I was wondering why they put B1 as the phosphorus test instead of O for Olsen. B1 would mean Bray 1, wouldn't it? I went to the Waypoint site and it says they use Olsen for the alkaline package. I went to the soil sample submittal form (Tennessee) and didn't see a choice of packages, just the Mehlichs. How do you even order the alkaline package?


----------



## g-man (Jun 15, 2017)

The BI means bicarbonate (Olsen extractant) When I first used this test, i was also thinking it was bray1.

This test is under their agriculture page and not in the homeowners. Dr. Ruiz pointed out several studies that show a correlation between Olsen and M3 and is cheaper to do M3($16.50 vs $26.50).

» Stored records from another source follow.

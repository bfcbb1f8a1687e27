namespace FinWatch.Server.Infrastructure;

/// <summary>
/// Where the server listens when nothing says: <c>http://localhost:5080</c>. Any address given the usual ASP.NET Core
/// ways wins: <c>--urls</c> or <c>Urls</c>, ASPNETCORE_URLS (the container image sets <c>http://+:8080</c>),
/// ASPNETCORE_HTTP_PORTS / HTTPS_PORTS, or Kestrel endpoints. (A default in appsettings.json would not do: it is read
/// after ASPNETCORE_URLS and would override the image's address.)
/// </summary>
public static class ListenAddress
{
    public const string Default = "http://localhost:5080";

    public static WebApplicationBuilder UseDefaultListenAddress(this WebApplicationBuilder builder)
    {
        var c = builder.Configuration;
        if (string.IsNullOrEmpty(c["urls"]) && string.IsNullOrEmpty(c["http_ports"]) && string.IsNullOrEmpty(c["https_ports"])
            && !c.GetSection("Kestrel:Endpoints").Exists())
        {
            builder.WebHost.UseUrls(Default);
        }

        return builder;
    }
}
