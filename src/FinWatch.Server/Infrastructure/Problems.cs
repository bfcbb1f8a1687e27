using Microsoft.AspNetCore.Http.HttpResults;
using Microsoft.AspNetCore.Mvc;

namespace FinWatch.Server.Infrastructure;

/// <summary>
/// The problem answers the endpoints share: a request that fails validation (400, <c>errors</c> keyed by the JSON field
/// path in snake_case), a thing that does not exist (404 with a <c>detail</c> that names it) and a step the procedure
/// does not allow (403).
/// </summary>
public static class Problems
{
    /// <summary>400 problem+json with <c>errors</c>; <paramref name="type"/> and a <c>detail</c> joined from the messages when asked.</summary>
    public static ValidationProblem Invalid(ValidationErrors errors, string? type = null, bool detailFromMessages = false) =>
        TypedResults.ValidationProblem(errors.ToDictionary(), type: type,
            detail: detailFromMessages ? string.Join(" ", errors.ToDictionary().SelectMany(e => e.Value)) : null);

    /// <summary>400 problem+json for one field.</summary>
    public static ValidationProblem Invalid(string field, string message) => Invalid(new ValidationErrors { [field] = message });

    /// <summary>The message when a product code names no product; the field that gave it is the key.</summary>
    public static string NotAProduct(string? code) => $"'{code}' is not a product code";

    /// <summary>404 problem+json: <paramref name="title"/> says what kind of thing, <paramref name="detail"/> names it.</summary>
    public static ProblemHttpResult NotFound(string title, string detail) => TypedResults.Problem(new ProblemDetails
    {
        Type = "/problems/not-found",
        Title = title,
        Status = StatusCodes.Status404NotFound,
        Detail = detail,
    });

    /// <summary>403 problem+json for a rule of the fab's procedure, not of the role: <paramref name="detail"/> says which and what to do.</summary>
    public static ProblemHttpResult Forbidden(string title, string detail) => TypedResults.Problem(new ProblemDetails
    {
        Type = "/problems/not-allowed",
        Title = title,
        Status = StatusCodes.Status403Forbidden,
        Detail = detail,
    });
}
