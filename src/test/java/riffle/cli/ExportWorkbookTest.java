package riffle.cli;

import static org.junit.jupiter.api.Assertions.assertEquals;
import static org.junit.jupiter.api.Assertions.assertFalse;
import static org.junit.jupiter.api.Assertions.assertTrue;

import java.io.IOException;
import java.io.InputStream;
import java.nio.charset.StandardCharsets;
import java.nio.file.Files;
import java.nio.file.Path;
import java.util.ArrayList;
import java.util.List;
import java.util.concurrent.TimeUnit;
import java.util.stream.Stream;
import org.apache.poi.ss.usermodel.Cell;
import org.apache.poi.ss.usermodel.CellType;
import org.apache.poi.ss.usermodel.DataFormatter;
import org.apache.poi.ss.usermodel.Row;
import org.apache.poi.ss.usermodel.Sheet;
import org.apache.poi.xssf.usermodel.XSSFWorkbook;
import org.junit.jupiter.api.Assumptions;
import org.junit.jupiter.api.BeforeEach;
import org.junit.jupiter.api.Test;
import org.junit.jupiter.api.io.TempDir;
import riffle.report.WorkbookCells;

/** {@code riffle export --what coded --format xlsx} on a small invented wave, read back by POI. */
class ExportWorkbookTest {
  static final String QUESTION = "What almost stopped you from ordering?";
  static final String EMAIL = "jo.baker@example.com";
  static final String FORMULA = "=SUM(A1:A3)";

  @TempDir Path dir;
  String project;

  /** An invented wave of a small coffee-gear shop: codes given elsewhere, one e-mail, a formula. */
  static String wave(String extraAnswer) {
    List<String> lines = new ArrayList<>();
    lines.add("response_id,device,customer," + QUESTION + ",stopped codes");
    lines.add(
        "S-01,mobile,new,\"No delivery date anywhere, so I nearly left\",delivery date unclear");
    lines.add("S-02,desktop,returning,\"Write to me at " + EMAIL + " about the grinder\",");
    lines.add("S-03,mobile,new,\"" + FORMULA + "\",");
    lines.add(
        "S-04,tablet,new,\"Not sure a refurbished kettle would last a year\",warranty doubts");
    lines.add(
        "S-05,desktop,returning,\"The delivery fee was higher than the kettle\",delivery cost");
    lines.add(
        "S-06,mobile,returning,\"Shipping cost and no date for delivery\","
            + "delivery cost; delivery date unclear");
    lines.add("S-07,desktop,new,\"- nothing really, it was fine\",");
    lines.add("S-08,mobile,new,\"Warranty terms were hard to find\",warranty doubts");
    lines.add("S-09,tablet,returning,\"@ the checkout the coupon failed\",");
    lines.add("S-10,mobile,new,\"" + extraAnswer + "\",delivery cost");
    return String.join("\n", lines) + "\n";
  }

  @BeforeEach
  void importWave() throws IOException {
    Path file = dir.resolve("wave.csv");
    Files.writeString(file, wave("Price of delivery put me off at first"), StandardCharsets.UTF_8);
    project = dir.resolve("shop.riffle").toString();
    CliTest.ok("import", "--project", project, "--file", file.toString(), "--wave", "Wave 1");
  }

  private CliTest.Run export(String what, String format, Path out, String... more) {
    List<String> args =
        new ArrayList<>(
            List.of(
                "export",
                "--project",
                project,
                "--what",
                what,
                "--format",
                format,
                "--out",
                out.toString()));
    args.addAll(List.of(more));
    return CliTest.riffle(args.toArray(String[]::new));
  }

  private String csv(String what, String... more) throws IOException {
    Path out = dir.resolve(what + more.length + ".csv");
    CliTest.Run run = export(what, "csv", out, more);
    assertEquals(0, run.code(), run.err());
    return Files.readString(out, StandardCharsets.UTF_8);
  }

  private XSSFWorkbook workbook() throws IOException {
    Path out = dir.resolve("coded.xlsx");
    CliTest.Run run = export("coded", "xlsx", out);
    assertEquals(0, run.code(), run.err());
    assertTrue(run.out().contains("Wrote " + out), run.out());
    try (InputStream in = Files.newInputStream(out)) {
      return new XSSFWorkbook(in);
    }
  }

  @Test
  void theWorkbookHoldsTheCsvExportsCellForCell() throws Exception {
    try (XSSFWorkbook book = workbook()) {
      assertEquals(
          List.of("Coded answers", "Codes given", "Codebook", "Findings", "Changes"),
          List.of(
              book.getSheetName(0),
              book.getSheetName(1),
              book.getSheetName(2),
              book.getSheetName(3),
              book.getSheetName(4)));
      List<List<String>> wide = WorkbookCells.cells(book.getSheet("Coded answers"));
      assertEquals(WorkbookCells.csvCells(csv("coded")), wide);
      assertEquals(
          WorkbookCells.csvCells(csv("coded", "--long")),
          WorkbookCells.cells(book.getSheet("Codes given")));
      List<List<String>> codebook = WorkbookCells.csvCells(csv("codebook"));
      assertEquals(codebook, WorkbookCells.cells(book.getSheet("Codebook")));
      List<String> names = new ArrayList<>();
      WorkbookCells.cells(book.getSheet("Codebook")).forEach(r -> names.add(r.get(0)));
      assertTrue(
          names.containsAll(List.of("delivery date unclear", "warranty doubts", "delivery cost")),
          names.toString());
      assertEquals(11, wide.size(), "a header and ten answers");

      Sheet coded = book.getSheet("Coded answers");
      List<String> header = wide.get(0);
      assertTrue(coded.getPaneInformation().isFreezePane());
      assertEquals(1, coded.getPaneInformation().getHorizontalSplitPosition());
      Row first = coded.getRow(1);
      Cell flag = first.getCell(header.indexOf("delivery date unclear"));
      assertEquals(CellType.NUMERIC, flag.getCellType());
      assertEquals(1.0, flag.getNumericCellValue());
      assertEquals(
          CellType.NUMERIC, first.getCell(header.indexOf("warranty doubts")).getCellType());
      assertEquals(0.0, first.getCell(header.indexOf("warranty doubts")).getNumericCellValue());
    }
  }

  @Test
  void answersStayMaskedAndFormulaTextStaysText() throws Exception {
    try (XSSFWorkbook book = workbook()) {
      DataFormatter shown = new DataFormatter();
      for (Sheet sheet : book) {
        for (Row row : sheet) {
          for (Cell cell : row) {
            String value = shown.formatCellValue(cell);
            assertFalse(value.contains(EMAIL), sheet.getSheetName() + ": " + value);
          }
        }
      }
      Sheet coded = book.getSheet("Coded answers");
      int text = WorkbookCells.cells(coded).get(0).indexOf("text");
      List<String> texts = new ArrayList<>();
      for (int r = 1; r <= coded.getLastRowNum(); r++) {
        Cell cell = coded.getRow(r).getCell(text);
        assertEquals(CellType.STRING, cell.getCellType(), "row " + r);
        texts.add(cell.getStringCellValue());
      }
      assertTrue(texts.contains("Write to me at [email] about the grinder"), texts.toString());
      // Written as text, read back as text: no formula, no apostrophe put before it.
      assertTrue(texts.contains(FORMULA), texts.toString());
      assertTrue(texts.contains("@ the checkout the coupon failed"), texts.toString());
    }
  }

  @Test
  void formatsThatDoNotFitSayWhichDo() throws IOException {
    Path out = dir.resolve("x.xlsx");
    CliTest.Run quotes = export("quotes", "xlsx", out);
    assertEquals(2, quotes.code());
    assertTrue(
        quotes.err().contains("copy board is written as md, txt, csv or json"), quotes.err());
    CliTest.Run findings = export("findings", "xlsx", out);
    assertEquals(2, findings.code());
    assertTrue(findings.err().contains("--what coded --format xlsx"), findings.err());
    CliTest.Run coded = export("coded", "md", out);
    assertEquals(2, coded.code());
    assertTrue(coded.err().contains("written as csv or xlsx"), coded.err());
    CliTest.Run both = export("coded", "xlsx", out, "--long");
    assertEquals(2, both.code());
    assertTrue(both.err().contains("leave out --long"), both.err());
    assertFalse(Files.exists(out), "nothing written");
    Path folder = Files.createDirectories(dir.resolve("exports"));
    CliTest.Run intoFolder = export("coded", "xlsx", folder);
    assertEquals(2, intoFolder.code());
    assertTrue(intoFolder.err().contains("is a folder"), intoFolder.err());
    assertTrue(Files.isDirectory(folder), "the folder stays a folder");
  }

  @Test
  void aWorkbookThatCannotBeWrittenLeavesTheOldFileAndNoPartBehind() throws IOException {
    // A second wave with an answer longer than a workbook cell holds (32,767 characters).
    Path file = dir.resolve("wave2.csv");
    String huge = "the delivery date was never clear to me ".repeat(900).strip();
    Files.writeString(file, wave(huge).replace("S-", "T-"), StandardCharsets.UTF_8);
    CliTest.ok("import", "--project", project, "--file", file.toString(), "--wave", "Wave 2");
    Path out = dir.resolve("coded.xlsx");
    Files.writeString(out, "the previous export", StandardCharsets.UTF_8);
    CliTest.Run run = export("coded", "xlsx", out);
    assertEquals(2, run.code(), run.out() + run.err());
    assertTrue(run.err().contains("sheet \"Coded answers\", row "), run.err());
    assertTrue(run.err().contains("column text"), run.err());
    assertTrue(run.err().contains("export as csv instead"), run.err());
    assertFalse(run.err().contains("\tat "), "no stack trace");
    assertEquals("the previous export", Files.readString(out, StandardCharsets.UTF_8));
    try (Stream<Path> files = Files.list(dir)) {
      assertEquals(
          List.of(), files.filter(f -> f.getFileName().toString().endsWith(".part")).toList());
    }
  }

  /** LibreOffice, where installed, reads the workbook back as the same rows as the CSV. */
  @Test
  void libreOfficeReadsTheCodedSheetAsTheCsv() throws Exception {
    Path soffice = onPath("soffice");
    Assumptions.assumeTrue(soffice != null, "soffice is not installed");
    try (XSSFWorkbook book = workbook()) {
      assertEquals("Coded answers", book.getSheetName(0));
    }
    Path converted = Files.createDirectories(dir.resolve("converted"));
    Process p =
        new ProcessBuilder(
                soffice.toString(),
                "--headless",
                "-env:UserInstallation=file://" + dir.resolve("lo-profile").toAbsolutePath(),
                "--convert-to",
                "csv:Text - txt - csv (StarCalc):44,34,76",
                "--outdir",
                converted.toString(),
                dir.resolve("coded.xlsx").toString())
            .redirectErrorStream(true)
            .start();
    assertTrue(p.waitFor(120, TimeUnit.SECONDS), "soffice finished");
    String csv = Files.readString(converted.resolve("coded.csv"), StandardCharsets.UTF_8);
    assertEquals(WorkbookCells.csvCells(csv("coded")).size(), WorkbookCells.csvCells(csv).size());
    assertTrue(csv.contains(FORMULA), "the formula text arrives as text");
  }

  private static Path onPath(String name) {
    for (String d : System.getenv().getOrDefault("PATH", "").split(java.io.File.pathSeparator)) {
      Path p = Path.of(d, name);
      if (Files.isExecutable(p)) {
        return p;
      }
    }
    return null;
  }
}
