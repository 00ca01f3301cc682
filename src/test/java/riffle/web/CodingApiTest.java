package riffle.web;

import static org.junit.jupiter.api.Assertions.assertEquals;
import static org.junit.jupiter.api.Assertions.assertFalse;
import static org.junit.jupiter.api.Assertions.assertNotNull;
import static org.junit.jupiter.api.Assertions.assertTrue;

import com.fasterxml.jackson.databind.JsonNode;
import java.io.ByteArrayInputStream;
import java.io.StringReader;
import java.net.http.HttpRequest;
import java.net.http.HttpResponse;
import java.nio.file.Path;
import java.util.ArrayList;
import java.util.List;
import java.util.Map;
import java.util.concurrent.CountDownLatch;
import java.util.concurrent.ExecutorService;
import java.util.concurrent.Executors;
import java.util.concurrent.Future;
import org.apache.commons.csv.CSVFormat;
import org.apache.commons.csv.CSVRecord;
import org.apache.poi.ss.usermodel.Sheet;
import org.apache.poi.xssf.usermodel.XSSFWorkbook;
import org.junit.jupiter.api.AfterAll;
import org.junit.jupiter.api.BeforeAll;
import org.junit.jupiter.api.Test;
import org.junit.jupiter.api.io.TempDir;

https://www.waypointanalytical.com/SoilsMedia

R=0.8 for Olsen/M3
https://www.agronext.iastate.edu/soilfertility/info/ComparisonofMehlich-3OlsenandBray-P1Procedures.pdf


----------



## g-man (Jun 15, 2017)

Montana Univ comments between Olsen and M3.
https://landresources.montana.edu/soilfertility/timelytopics/olsenp_soilph.html

And i did reached out to Dr. Woods in regards to P values for MSLN in high pH soils. His study data is publicly available and some test had Olsen results. I did an analysis and the P value did not change that much for high pH (maybe 27ppm vs 21ppm). I think if you reach 50ppm, you are more than good enough as long as it is evenly distributed in the soil profile.


----------



## Virginiagal (Apr 24, 2017)

I finally found the submittal form in Agriculture, then Tennessee, then Western Soil. None of the forms indicate prices, or else they're well hidden.. Not the easiest website to navigate. Good to know that BI is bicarbonate.


----------



## Ridgerunner (May 16, 2017)

This is a great collection of data, thanks for posting these over the years. Makes for good fodder for thought. I wonder how close you've come to finding you ideal annual input levels. I'd say pretty close.
Some observations that I find interesting (considering that +- 10% differences from year to year is not considered significant):
*The trending lower of pH. How much, if any, is this influencing availability of P and the differences in Ca levels from year to year.
*P levels as measured by Bl have been consistently trending up (+12.5% above last year) over the years and are now at the top of Olsen sufficiency levels. Over the last 3 years M3 P levels have become pegged at around 60 ppm. 
*Why is Mg so variable?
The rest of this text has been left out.